Comme l’écrit AFP dans une dépêche du 29 juin, ce projet de loi ‘relatif à l'immigration, à l'intégration et à la nationalité’ durcit les conditions de séjour en France en facilitant l'éloignement des sans-papiers. Il prévoit la mise en place de « zones d'attentes temporaires pour les étrangers ayant franchi la frontière en dehors d'un point de contrôle, l'allongement de la durée de rétention des étrangers expulsables, l'éventuelle interdiction de retour pour une durée de 3 ans, etc. Il prévoit aussi la mise en place du premier titre de séjour européen au bénéfice des travailleurs « hautement qualifiés » (minimum bac+3), valable dans les 27 pays de l'UE. Ce projet de loi constitue d'ailleurs en grande partie une application à la France de législations européennes. »

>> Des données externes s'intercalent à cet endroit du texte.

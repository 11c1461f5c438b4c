package mip

import (
	"bufio"
	"fmt"
	"io"
	"math"
	"sort"
	"strconv"
)

// ReadORLibSetCover reads a set-covering instance in the format of
// OR-Library (Beasley 1990, "OR-Library: distributing test problems by
// electronic mail", J. Oper. Res. Soc. 41:1069–1072): m and n, the n
// column costs, then for each row the number of columns covering it
// followed by those columns (1-based), all whitespace separated and
// wrapped across lines freely. The result is
//
//	minimize Σ c_j x_j  subject to  Σ_{j covers i} x_j ≥ 1,  x_j ∈ {0,1}.
func ReadORLibSetCover(r io.Reader) (*Problem, error) {
	sc := bufio.NewScanner(r)
	sc.Buffer(make([]byte, 0, 64*1024), 16*1024*1024)
	sc.Split(bufio.ScanWords)
	count := 0
	next := func(what string) (int, error) {
		if !sc.Scan() {
			if err := sc.Err(); err != nil {
				return 0, err
			}
			return 0, fmt.Errorf("mip: set-cover data ends early: want %s (after %d numbers)", what, count)
		}
		count++
		v, err := strconv.Atoi(sc.Text())
		if err != nil {
			return 0, fmt.Errorf("mip: set-cover number %d (%s) is %q, not an integer", count, what, sc.Text())
		}
		return v, nil
	}
	m, err := next("row count m")
	if err != nil {
		return nil, err
	}
	n, err := next("column count n")
	if err != nil {
		return nil, err
	}
	if m < 0 || n < 0 || m > 1<<24 || n > 1<<24 {
		return nil, fmt.Errorf("mip: set-cover size %d × %d is out of range", m, n)
	}
	cost := make([]float64, n)
	for j := range cost {
		c, err := next(fmt.Sprintf("cost of column %d", j+1))
		if err != nil {
			return nil, err
		}
		cost[j] = float64(c)
	}
	cols := make([][]int, n)
	for i := 0; i < m; i++ {
		k, err := next(fmt.Sprintf("column count of row %d", i+1))
		if err != nil {
			return nil, err
		}
		if k < 0 || k > n {
			return nil, fmt.Errorf("mip: set-cover row %d has %d columns; want 0..%d", i+1, k, n)
		}
		for t := 0; t < k; t++ {
			j, err := next(fmt.Sprintf("column %d of row %d", t+1, i+1))
			if err != nil {
				return nil, err
			}
			if j < 1 || j > n {
				return nil, fmt.Errorf("mip: set-cover row %d names column %d; want 1..%d", i+1, j, n)
			}
			if l := len(cols[j-1]); l > 0 && cols[j-1][l-1] == i {
				continue // repeated column in one row
			}
			cols[j-1] = append(cols[j-1], i)
		}
	}
	rows := make([][]int, n)
	for j := range cols {
		rows[j] = cols[j]
		sort.Ints(rows[j])
	}
	return SetCover(cost, rows), nil
}

// SetCover builds the set-covering problem with the given column costs,
// where colRows[j] lists the rows that column j covers (0-based, sorted,
// no repeats).
func SetCover(cost []float64, colRows [][]int) *Problem {
	m := 0
	for _, rs := range colRows {
		for _, i := range rs {
			if i+1 > m {
				m = i + 1
			}
		}
	}
	return SetCoverRows(m, cost, colRows)
}

// SetCoverRows is SetCover with an explicit row count m (rows nobody
// covers make the problem infeasible).
func SetCoverRows(m int, cost []float64, colRows [][]int) *Problem {
	n := len(cost)
	p := &Problem{Integer: make([]bool, n)}
	q := &p.LP
	q.NumRows, q.NumCols = m, n
	q.Obj = append([]float64(nil), cost...)
	q.ColLo = make([]float64, n)
	q.ColUp = make([]float64, n)
	q.RowLo = make([]float64, m)
	q.RowUp = make([]float64, m)
	q.ColStart = make([]int, n+1)
	for j := 0; j < n; j++ {
		q.ColUp[j] = 1
		p.Integer[j] = true
		for _, i := range colRows[j] {
			q.RowIndex = append(q.RowIndex, i)
			q.Value = append(q.Value, 1)
		}
		q.ColStart[j+1] = len(q.RowIndex)
	}
	for i := 0; i < m; i++ {
		q.RowLo[i], q.RowUp[i] = 1, math.Inf(1)
	}
	return p
}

Pour en savoir plus, lisez l’appel ici.
Ensuite, cliquez ici pour lire l’argumentaire et une proposition de lettres à envoyer à vos députés et autres élus. Il est notamment question de « pillage de cerveaux » (c’est-à-dire « immigration choisie » ou « utile » en langage politique) et de « délit de solidarité » si on protège ceux qui sont menacés d’expulsion.
Citons un extrait de cet argumentaire (c'est nous qui soulignons) :
« Au tour de M. Besson. Ce projet de loi décidé le 31 mars dernier, sous couvert de transposer dans le droit français trois directives européennes, poursuit la réforme du régime de l’entrée et du séjour des étrangers en France : c’est une étape supplémentaire dans la fragilisation d’hommes, de femmes, d’enfants et de familles déjà fortement ébranlés par les difficultés de l’exil.

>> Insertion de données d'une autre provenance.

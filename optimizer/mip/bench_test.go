package mip

import (
	"context"
	"flag"
	"fmt"
	"os/exec"
	"strings"
	"testing"
	"time"
)

var orlibBench = flag.Bool("orlib.bench", false, "solve OR-Library sets 4, 5, 6, A, B, C, D with this engine and with CBC and print a timing table (long)")

// TestORLibBenchmark compares this engine with CBC (COIN-OR Branch and
// Cut, run single-threaded as `cbc file.mps -threads 1 -solve -quit`,
// timing the whole process) on the OR-Library set-covering sets 4, 5, 6,
// A, B, C and D (Beasley 1987; optimal values from OPTIMA.tsv). It runs
// only with -orlib.bench; see bench-orlib.sh.
func TestORLibBenchmark(t *testing.T) {
	if !*orlibBench {
		t.Skip("benchmark: run with -orlib.bench (see bench-orlib.sh)")
	}
	dir := dataDir(t, "orlib-scp")
	opt := orlibOptima(t, dir)
	_, cbcErr := exec.LookPath("cbc")
	var names []string
	if *orlibOnly != "" {
		names = strings.Split(*orlibOnly, ",")
	} else {
		for _, s := range []string{"4", "5", "6", "a", "b", "c", "d"} {
			k := 5
			if s == "4" || s == "5" {
				k = 10
			}
			names = append(names, orlibSet(s, k)...)
		}
	}
	tmp := t.TempDir()
	var lines []string
	add := func(format string, args ...any) { lines = append(lines, fmt.Sprintf(format, args...)) }
	add("%-8s %6s %6s %9s %8s %8s %9s %6s %8s", "instance", "opt", "ours", "status", "nodes", "ours_s", "cbc_obj", "cbc", "cbc_s")
	var totalOurs, totalCBC time.Duration
	provedOurs, provedCBC := 0, 0
	for _, name := range names {
		p := loadORLib(t, dir, name)
		start := time.Now()
		res, err := Solve(context.Background(), p, Options{TimeLimit: 120 * time.Second, Threads: *orlibThreads})
		ours := time.Since(start)
		if err != nil {
			t.Fatalf("%s: %v", name, err)
		}
		totalOurs += ours
		ok := res.Status == Optimal && sameObj(res.Obj, opt[name])
		if ok {
			provedOurs++
		} else {
			t.Errorf("%s: %v obj %v, want optimal %v", name, res.Status, res.Obj, opt[name])
		}
		cbcObj, cbcStat, cbcTime := "-", "-", "-"
		if cbcErr == nil {
			file := writeMPSFile(t, tmp, name, p)
			ext := runCBC(t, file, 600*time.Second)
			totalCBC += ext.wall
			cbcObj = fmt.Sprintf("%g", ext.obj)
			cbcStat = ext.status
			cbcTime = fmt.Sprintf("%.2f", ext.wall.Seconds())
			if ext.status == "optimal" {
				provedCBC++
			}
		}
		add("%-8s %6g %6g %9s %8d %8.2f %9s %6s %8s", name, opt[name], res.Obj, res.Status, res.Nodes, ours.Seconds(), cbcObj, cbcStat, cbcTime)
		t.Log(lines[len(lines)-1])
	}
	add("total: ours %.1f s (%d/%d proven optimal), CBC %.1f s (%d/%d proven optimal), ratio ours/CBC %.2f",
		totalOurs.Seconds(), provedOurs, len(names), totalCBC.Seconds(), provedCBC, len(names), totalOurs.Seconds()/totalCBC.Seconds())
	fmt.Println(strings.Join(lines, "\n"))
}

L’idéologie de l’immigration « choisie » engendre la fragilisation des droits de ceux qui, selon l’Etat, seraient « subis ». Pourtant, les droits de ces migrants sont garantis par les conventions internationales sur les Réfugiés, les droits de l’Enfant, la sauvegarde des droits de l’Homme, etc.
Les migrants « subis », jugés moins rentables pour l’économie, sont déjà dissuadés de venir en France ; s’ils y restent sans papiers, ils risquent alors une double peine : expulsés et interdits d’Europe jusqu’à trois ans (avec 2 ans supplémentaires s’ils se maintiennent néanmoins en France, par exemple pour solliciter une régularisation au regard de leur situation personnelle : santé…)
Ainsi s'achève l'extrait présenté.